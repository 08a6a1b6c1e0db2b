/** What a script may rely on: how a run ended. */
export const EXIT = {
  done: 0,
  /** Done, and something was flagged; only where the user asks for it (`--strict`). */
  flagged: 1,
  /** The command line cannot be understood. */
  usage: 2,
  /** Input that cannot be used, or a place that cannot be written. */
  input: 3,
  /** The run is complete, and not a single response could be told apart from the others. */
  nothingApart: 4,
  /** A defect of the program. Source: EX_SOFTWARE of the BSD sysexits.h (value recalled from memory). */
  defect: 70,
} as const;

/** A process ended by a signal is seen by a shell as 128 + the signal's number. Source: POSIX shell, 2.8.2 (any value above 128). */
export const EXIT_BY_SIGNAL = { SIGHUP: 129, SIGINT: 130, SIGTERM: 143 } as const;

====

> [Task to complete] Would you please copy out every line of the data exactly?

> [Your response]
repository 08a6a1b6c1e0db2b
/** What a script may rely on: how a run ended. */
export const EXIT = {
  done: 0,
  /** Done, and something was flagged; only where the user asks for it (`--strict`). */
  flagged: 1,
  /** The command line cannot be understood. */
  usage: 2,
  /** Input that cannot be used, or a place that cannot be written. */
  input: 3,
  /** The run is complete, and not a single response could be told apart from the others. */
  nothingApart: 4,
  /** A defect of the program. Source: EX_SOFTWARE of the BSD sysexits.h (value recalled from memory). */
  defect: 70,
} as const;

/** A process ended by a signal is seen by a shell as 128 + the signal's number. Source: POSIX shell, 2.8.2 (any value above 128). */
export const EXIT_BY_SIGNAL = { SIGHUP: 129, SIGINT: 130, SIGTERM: 143 } as const;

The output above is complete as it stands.